Shifts in the BFs of 76 cortical neurons in the AIp of the mustached bat evoked by ES_ar as a function of difference in BF between AC_r and AC_s. The BFs of AC_s ranged between 6.8 and 54.0 (39.4 ± 4.3) kHz. The data between −4.0 and +4.0 kHz differences are replotted on the expanded abscissa in B. The major BF shifts were centripetal, i.e., toward the BF of AC_s.
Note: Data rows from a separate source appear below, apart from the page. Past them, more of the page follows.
def _choose_model(models, wanted: str | None, path: str):
    if wanted is None:
        return models[0]
    for m in models:
        if m.GlobalId == wanted or (m.Name or "") == wanted:
            return m
    names = ", ".join(f"'{m.Name}' ({m.GlobalId})" for m in models)
    raise IfcInputError(f"{path}: no structural analysis model named {wanted!r}; the file holds {names}")


# --------------------------------------------------------------------------- helpers
def _unwrap(value: Any) -> Any:
    return getattr(value, "wrappedValue", value)


def _as_list(value) -> list:
    if value is None:
        return []
    if isinstance(value, (list, tuple)):
        return list(value)
    return [value]


def _axis2placement_matrix(axis_placement) -> np.ndarray:
    if axis_placement is None:
        return np.eye(4)
    import ifcopenshell.util.placement as ifc_placement

    return np.asarray(ifc_placement.get_axis2placement(axis_placement), dtype=float)


def _permutation(R: Mat) -> npt.NDArray[np.intp] | None:
    """For a rotation that only permutes/flips axes: index of the global axis of each local axis."""
    A = np.abs(R)
    if not np.allclose(A, np.round(A), atol=1e-9):
        return None
    idx = np.argmax(A, axis=0)
    if sorted(idx.tolist()) != [0, 1, 2]:
        return None
    return idx


def _direction(d) -> np.ndarray:
    r = [float(v) for v in d.DirectionRatios]
    return np.array((r + [0.0, 0.0, 0.0])[:3])


def _default_ref(ex: np.ndarray) -> np.ndarray:
    """The frame's default reference vector (see analysis.model.member_axes)."""
    return np.array([-1.0, 0.0, 0.0]) if abs(ex[2]) > 1.0 - 1e-9 else np.array([0.0, 0.0, 1.0])


def _local_axes(ex: Vec3, ref: Vec3 | None, roll: float = 0.0) -> Mat | None:
    """Rows x, y, z of member axes (same rule as analysis.model.member_axes)."""
    r = _default_ref(ex) if ref is None else ref
    ez = r - np.dot(r, ex) * ex
    n = np.linalg.norm(ez)
    if n < 1e-9:
        return None  # caller reports
    ez = ez / n
    ey = _cross(ez, ex)
    if roll:
        c, s = math.cos(roll), math.sin(roll)
        ey, ez = c * ey + s * ez, -s * ey + c * ez
    return np.stack([ex, ey, ez])


def _cross(a: Vec3, b: Vec3) -> Vec3:
    """``np.cross`` of two 3-vectors (the same arithmetic, without its per-call overhead)."""
    a0, a1, a2 = a.tolist()
    b0, b1, b2 = b.tolist()
    return np.array([a1 * b2 - a2 * b1, a2 * b0 - a0 * b2, a0 * b1 - a1 * b0])


def _norm(v: Vec3) -> float:
    """Euclidean length of a 3-vector (for tolerance tests)."""
    x, y, z = v.tolist()
    return math.sqrt(x * x + y * y + z * z)


def _attribute_index(ifc_file: Any, entity: str, attribute: str) -> int | None:
    """Position of an entity's attribute in the file's schema, or None where the schema lacks it."""
    import ifcopenshell.ifcopenshell_wrapper as wrapper

    declaration: Any = wrapper.schema_by_name(ifc_file.schema_identifier).declaration_by_name(entity)  # an entity
    index = declaration.attribute_index(attribute)
    return None if index < 0 else int(index)


def _unique_ids(entities: list[Entity]) -> dict[int, str]:
    """Entity id -> Name where present and unique among ``entities``, else GlobalId."""
    names = [(e, e.get_argument(_ROOT_NAME)) for e in entities]  # every item is an IfcRoot
    counts: dict[str, int] = {}
    for _, name in names:
        if name:
            counts[name] = counts.get(name, 0) + 1
    ids = {}
    for e, name in names:
        ids[e.id()] = name if name and counts[name] == 1 else str(e.get_argument(_GLOBAL_ID))
    return ids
See Fig. 3 for abbreviations and other explanations.

Figure 6

Difference in BF shift among different mammalian species and between different cortical areas of a single species. BF shifts of cortical neurons along the frequency axis (ordinates) are plotted as a function of difference in BF (kHz) or distance (mm) between AC_r and AC_s. (A) AI of the Mongolian gerbil. (B) AI of the big brown bat (based on ref. 5). (C) AIp of the mustached bat. (D) DSCF area of the mustached bat (based on ref. 11). A pair of numbers in parentheses indicates a BF difference and BF shift in octave referring to the mean BF of AC_s. Focal electric stimulation of cortical auditory neurons evokes BF shifts of adjacent cortical neurons toward (centripetal shift; A, B, and C) or away from (centrifugal shift; D) the BF of AC_s. See the text.